Sosialisasi juga menyoroti kerahasiaan arsip dan data sekolah, mengingat mahasiswa Program Studi PAP kerap bersinggungan dengan pekerjaan administrasi dan ruang tata usaha selama menjalankan PLP.
Selain paparan materi, peserta diajak berdiskusi mengenai sejumlah studi kasus yang lazim ditemui mahasiswa di lapangan, mulai dari benturan jadwal antara tugas administrasi dan jam mengajar hingga batas relasi dengan peserta didik.

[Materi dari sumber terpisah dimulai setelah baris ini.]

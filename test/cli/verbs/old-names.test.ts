/** A book older than the rule for names is still checked: what cannot be a file name is a problem of its own, and has no view. */
import { describe, expect, it } from "vitest";
import { checkLine } from "../../../recipes/index.ts";
import { demoLine } from "../../support/desk-line.ts";

describe("check of a book with a recipe named like a path", () => {
  it("names the entry and goes on to the end", async () => {
    const ws = await demoLine();
    const steps = [{ settings: { silane: { value: 812, unit: "sccm" } } }];
    const [{ seq }] = await ws.book.write(() => [
      { kind: "recipe", data: { chamber: "A2", recipe: "../../etc", steps } },
      { kind: "clean", data: { chamber: "A2" } },
    ]);
    const { problems, warnings, entries } = checkLine(ws);
    expect(problems).toEqual([
      expect.objectContaining({ code: "bad-name", file: "book.jsonl", row: seq + 1, hint: expect.stringMatching(/./) }),
    ]);
    expect(problems[0].message).toContain('"../../etc"');
    expect(warnings.join()).not.toMatch(/edited by hand/);
    expect(entries).toBe(seq + 2);
  });

  it("is good again once the only runs under that name are corrected", async () => {
    const ws = await demoLine();
    const steps = [{ settings: { silane: { value: 812, unit: "sccm" } } }];
    const data = { chamber: "A2", recipe: "a b", settings_from: "given", steps, count: 1, readings: [] };
    const [{ seq }] = await ws.book.write(() => [{ kind: "run", data }]);
    expect(checkLine(ws).problems).toHaveLength(1);
    await ws.book.write(() => [
      { kind: "correct", data: { entry: seq, fields: { recipe: "blue" }, reason: "no name" } },
    ]);
    expect(checkLine(ws).problems).toEqual([]);
  });
});
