/** `record reading` and `record gauge`, as JSON lines and as typed; everything they refuse, and what they mark. */
import { describe, expect, it } from "vitest";
import { argsFromWords } from "../../../cli/args.ts";
import { answer } from "../../../cli/converse.ts";
import { perform, type World } from "../../../cli/perform.ts";
import { findVerb } from "../../../cli/verbs/table.ts";
import { Refusal } from "../../../engine/index.ts";
import { chamberView, LINE_FILE } from "../../../recipes/index.ts";
import { runsOf } from "../../../recipes/record/timeline.ts";
import { lineWith, onGoal, play, settled } from "../../support/desk-line.ts";

interface Got {
  ok: boolean;
  result: Record<string, unknown>;
  error: { code: string; message: string; hint?: string };
}

const files: Record<string, string> = {
  "sites.csv": "position,site,index,thickness_nm\n1,a,2.041,84.0\n1,b,2.045,84.4\n",
  "curve.csv": "wavelength_nm,reflectance\n400,0.21\n600,0.01\n800,0.12\n",
  "percent.csv": "wavelength_nm,reflectance\n400,21\n600,1\n",
};

async function desk() {
  const ws = lineWith();
  const line_file = new TextDecoder().decode(ws.readBeside(LINE_FILE));
  await ws.book.append({ kind: "line", data: { line: ws.line.name, created_by: "a test", line_file } });
  for (const [day, index] of [2.015, 2.013, 2.01, 2.014].entries())
    await ws.book.append({
      kind: "gauge",
      at: new Date(ws.ports.now() - (28 - 7 * day) * 86_400_000).toISOString(),
      data: { gauge: "ellipsometer", reference: true, index, thickness_nm: 79.4 },
    });
  const played = play(ws, "A2", "late readings");
  await settled(played, onGoal, 5);
  await played.clean();
  await played.run(onGoal, 2);
  await settled(play(ws, "A1", "a sister"), onGoal, 4);
  const world: World = {
    ports: ws.ports,
    cwd: "/",
    resolve: () => "/line",
    readFile: (path) => new TextEncoder().encode(files[path] ?? ""),
    open: new Map([["/line", ws]]),
  };
  const say = async (verb: string, args: Record<string, unknown>) =>
    (await answer(JSON.stringify({ id: 1, verb, args }), world, undefined)) as unknown as Got;
  /** As typed; the refusal where there is one. */
  const typed = async (words: string[]) => {
    try {
      const { verb, rest } = findVerb(words);
      return await perform(verb, argsFromWords(verb, rest), world, undefined);
    } catch (error) {
      if (error instanceof Refusal) return error;
      throw error;
    }
  };
  const runs = runsOf(ws.ledger.chambers.get("A2")?.timeline ?? []);
  return { ws, say, typed, last: runs[runs.length - 1], runs };
}

describe("record reading", () => {
  it("joins its run, counts as the mean with what was read before, and changes what the model has learned", async () => {
    const { ws, say, last } = await desk();
    const before = ws.filmOf(last);
    const done = await say("record reading", { run: last.seq, thickness: "99 nm" });
    expect(done.ok).toBe(true);
    expect(done.result["entry"]).toBe(ws.ledger.entries.length - 1);
    expect(ws.ledger.entries.at(-1)).toMatchObject({
      kind: "reading",
      data: { run: last.seq, reading: { gauge: "ellipsometer", on: "polished", thickness_nm: 99 } },
    });
    const run = ws.ledger.runs.get(last.seq);
    const nm = ws.filmOf(run ?? last)?.thicknessNm ?? 0;
    // Half of what the gauge is taken to read too high on that day stays with the first.
    expect(Math.abs(nm - ((before?.thicknessNm ?? 0) + 99) / 2)).toBeLessThan(0.2);
    expect(String(done.result["said"])).toContain("(mean of 2 readings)");
  });

  it("the same typed, with a number sign, a time and a note; nothing is written on a dry run", async () => {
    const { ws, typed, last } = await desk();
    const { length } = ws.ledger.entries;
    const words = ["record", "reading", "--run", `#${last.seq}`, "--index", "2.05", "--note", "second spot"];
    const dry = await typed([...words, "--dry-run"]);
    expect(dry).toMatchObject({ document: { would_record: [{ kind: "reading" }] } });
    expect((dry as { text: string }).text).toContain(`Run ${last.seq} of A2: index`);
    expect(ws.ledger.entries).toHaveLength(length);
    await typed(words);
    expect(ws.ledger.entries.at(-1)?.data).toMatchObject({ note: "second spot" });
  });

  it("of film and light are two entries, written together", async () => {
    const { ws, say, last } = await desk();
    const { length } = ws.ledger.entries;
    const done = await say("record reading", { run: last.seq, index: 2.05, reflectance_minimum: "603 nm" });
    expect(done.result).toMatchObject({ entry: length + 1, entries: [length, length + 1] });
    expect(ws.ledger.runs.get(last.seq)?.later).toHaveLength(2);
  });

  it("takes sites, and a spectrum that is copied before the entry names it", async () => {
    const { ws, say, last } = await desk();
    await say("record reading", { run: last.seq, sites: "sites.csv", spectrum: "curve.csv" });
    const [film, light] = ws.ledger.runs.get(last.seq)?.later.map(({ reading }) => reading) ?? [];
    expect(film).toMatchObject({ index: expect.closeTo(2.043, 9), thickness_nm: expect.closeTo(84.2, 9), sites: 2 });
    expect(light.spectrum).toMatch(/^[0-9a-f]{64}\.csv$/);
    expect(new TextDecoder().decode(ws.readBeside(`spectra/${light.spectrum}`))).toBe(files["curve.csv"]);
  });

  it("at the time it was made may be as early as its run, and no earlier", async () => {
    const { say, last } = await desk();
    const early = new Date(last.atMs - 60_000).toISOString();
    const refused = await say("record reading", { run: last.seq, index: 2.05, at: early });
    expect(refused.error).toMatchObject({ code: "reading-before-run", hint: expect.stringContaining("--at") });
    expect((await say("record reading", { run: last.seq, index: 2.05, at: last.at })).ok).toBe(true);
  });

  it("entered twice says so", async () => {
    const { typed, last } = await desk();
    const words = ["record", "reading", "--run", String(last.seq), "--thickness", "84.1nm"];
    expect((await typed(words)) as object).toMatchObject({ notices: [] });
    expect((await typed(words)) as object).toMatchObject({ notices: [expect.stringContaining("just this reading")] });
  });

  it("is refused with what would do, and nothing is written", async () => {
    const { ws, say, last } = await desk();
    const clean = ws.ledger.entries.find(({ kind }) => kind === "clean")?.seq;
    const { length } = ws.ledger.entries;
    const cases: [Record<string, unknown>, string, string][] = [
      [{ run: 999_999, index: 2 }, "no-such-run", `ends with entry ${length - 1}`],
      [{ run: "last", index: 2 }, "no-such-run", "--run 118"],
      [{ run: -3, index: 2 }, "no-such-run", "--run 118"],
      [{ run: clean, index: 2.05 }, "not-a-run", "the latest runs of"],
      [{ run: 0, index: 2.05 }, "not-a-run", "name the entry of the run"],
      [{ run: last.seq }, "nothing-read", "--thickness 84.1nm"],
      [{ run: last.seq, index: "-" }, "nothing-read", ""],
      [{ run: last.seq, index: 84.1 }, "impossible-value", "index, then thickness"],
      [{ run: last.seq, thickness: "84.1 um" }, "impossible-value", ""],
      [{ run: last.seq, thickness: "84,1 nm" }, "decimal-comma", ""],
      [{ run: last.seq, weighted_reflectance: 0.02 }, "impossible-value", "fraction"],
      [{ run: last.seq, weighted_reflectance: "2.3" }, "missing-unit", "2.3%"],
      [{ run: last.seq, index: 2.05, on: "wafer" }, "bad-on", ""],
      [{ run: last.seq, index: 2.05, on: "cell" }, "index-on-texture", "witness"],
      [{ run: last.seq, index: 2.05, gauge: "elipsometer" }, "unknown-gauge", "did you mean ellipsometer?"],
      [{ run: last.seq, spectrum: "percent.csv" }, "out-of-bounds", "reflectance_percent"],
      [{ run: last.seq, spectrum: "sites.csv" }, "unknown-column", ""],
      [{ run: last.seq, index: 2.05, at: "2099-01-01T00:00:00Z" }, "future-time", ""],
      [{ run: last.seq, index: 2.05, silane: 800 }, "unknown-argument", ""],
    ];
    for (const [args, code, hint] of cases) {
      const { ok, error } = await say("record reading", args);
      expect([args, ok, error?.code]).toEqual([args, false, code]);
      expect(error.hint ?? "").toContain(hint);
    }
    expect((await say("record reading", { index: 2 })).error.code).toBe("missing-argument");
    expect(ws.ledger.entries).toHaveLength(length);
  });

  it("marks a proposal made since its run, and leaves it as it was written", async () => {
    const { ws, say, last } = await desk();
    const asked = await say("propose", { chamber: "A2" });
    const proposal = [...ws.ledger.proposals.values()].at(-1);
    if (!asked.ok || !proposal) throw new Error("the demo has a proposal");
    const text = JSON.stringify(proposal.data);
    const done = await say("record reading", { run: last.seq, index: 2.05 });
    expect(done.result["made_before"]).toContain(asked.result["proposal"]);
    expect(proposal.restsOnLate).toEqual([done.result["entry"]]);
    expect(JSON.stringify(proposal.data)).toBe(text);
    const again = await say("propose", { chamber: "A2" });
    expect(again.result["proposal"]).not.toBe(asked.result["proposal"]);
  });

  it("can be corrected, moved to another run, and not emptied", async () => {
    const { ws, say, runs } = await desk();
    const [a, b] = runs.slice(-2);
    const { result } = await say("record reading", { run: b.seq, thickness: "48.1 nm" });
    const correct = (fields: Record<string, unknown>) =>
      say("correct", { entry: result["entry"], fields, reason: "slip" });
    expect((await correct({ thickness: "84.1 nm", run: a.seq })).ok).toBe(true);
    expect(ws.ledger.runs.get(a.seq)?.later.map(({ reading }) => reading.thickness_nm)).toEqual([84.1]);
    expect(ws.ledger.runs.get(b.seq)?.later).toEqual([]);
    expect((await correct({ thickness: "-" })).error.code).toBe("bad-entry");
    expect((await correct({ run: result["entry"] })).error.code).toBe("not-a-run");
  });
});

describe("record gauge", () => {
  const reference = { gauge: "ellipsometer", reference: true };
  it("keeps a reading of the reference wafer and says what the gauge reads too high now", async () => {
    const { ws, say } = await desk();
    const known = ws.ledger.gaugeReadings.length;
    const { result } = await say("record gauge", { ...reference, index: 2.018, thickness: "79.9 nm" });
    expect(result["said"]).toMatch(
      /^ellipsometer now reads [+-]0\.00\d\d \(sd 0\.00\d\d\) in index and .* beside its reference wafer; before it, [+-]/,
    );
    expect(ws.ledger.gaugeReadings).toHaveLength(known + 1);
    const chamber = await say("chamber", { name: "A2" });
    expect(JSON.stringify(chamber.result["learned"])).toContain("Gauge ellipsometer now reads");
    expect(JSON.stringify((await say("check", {})).result["implications"])).toContain("Gauge ellipsometer now reads");
  });

  it("moves what is believed of every chamber, and what the next reading is foreseen to be stays with the gauge", async () => {
    const { ws, say } = await desk();
    const film = (): number[] => ["A1", "A2"].map((name) => chamberView(ws, name).now.film?.index ?? 0);
    const read = (): number[] => ["A1", "A2"].map((name) => chamberView(ws, name).now.predicted.index?.mean ?? 0);
    const [filmBefore, readBefore] = [film(), read()];
    for (let i = 0; i < 4; i++) await say("record gauge", { ...reference, index: 2.027 });
    film().forEach((index, i) => {
      expect(index).toBeLessThan(filmBefore[i] - 0.001);
      expect(Math.abs(read()[i] - readBefore[i])).toBeLessThan(0.003);
      // What the gauge will show of a film is the film and what the gauge reads too high.
      const bias = ws.gaugeBiases.get("ellipsometer")?.at(ws.ports.now() / 86_400_000).index ?? 0;
      expect(bias).toBeGreaterThan(0.002);
      expect(read()[i] - index).toBeCloseTo(bias, 4);
    });
  });

  it("leaves a far-off reading aside and says so; it can be corrected", async () => {
    const { ws, say } = await desk();
    const { result } = await say("record gauge", { ...reference, index: 2.45 });
    expect(result["said"]).toContain("left aside");
    await say("correct", { entry: result["entry"], fields: { index: 2.014 }, reason: "digits" });
    expect(ws.gaugeBiases.get("ellipsometer")).toMatchObject({ doubted: [], readings: { index: 5, thicknessNm: 4 } });
    expect((await say("correct", { entry: result["entry"], fields: { index: "-" }, reason: "x" })).ok).toBe(false);
  });

  it("is refused with what would do", async () => {
    const { ws, say } = await desk();
    const { length } = ws.ledger.entries;
    const cases: [Record<string, unknown>, string][] = [
      [{ gauge: "ellipsometer", index: 2.04 }, "missing-argument"],
      [{ reference: true, index: 2.04 }, "missing-argument"],
      [{ ...reference }, "nothing-read"],
      [{ ...reference, gauge: "elipsometer", index: 2 }, "unknown-gauge"],
      [{ ...reference, gauge: "reflectometer", index: 2 }, "gauge-reads-nothing"],
      [{ ...reference, index: 85 }, "impossible-value"],
      [{ ...reference, thickness: "85 sccm" }, "wrong-unit"],
      [{ ...reference, thickness: "79.4" }, "accepted"],
    ];
    for (const [args, code] of cases) {
      const { ok, error } = await say("record gauge", args);
      expect([args, ok ? "accepted" : error.code]).toEqual([args, code]);
    }
    expect(ws.ledger.entries).toHaveLength(length + 1);
  });
});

“Mahasiswa kami punya kedekatan dengan ruang tata usaha yang tidak dimiliki program studi lain. Itu keunggulan, sekaligus tanggung jawab. Prinsip yang kami tanamkan sederhana, yaitu apa yang mereka lihat di ruang tata usaha berhenti di ruang tata usaha,” ungkapnya.
Penekanan pada aspek etika ini sejalan dengan struktur penilaian PLP yang berlaku di FKIP UNS. Dalam pedoman penilaian, aspek kepribadian dan aspek sosial memiliki bobot gabungan sekitar 27 persen dari nilai akhir mahasiswa, dinilai oleh guru pamong berdasarkan masukan kepala sekolah, kepala tata usaha, dan koordinator guru pamong.
Kegiatan PLP mahasiswa Program Studi S1 PAP FKIP UNS akan berlangsung mulai September sampai November 2026 di 11 sekolah mitra yang tersebar di Kota Surakarta, Kabupaten Karanganyar, Sukoharjo, dan Boyolali.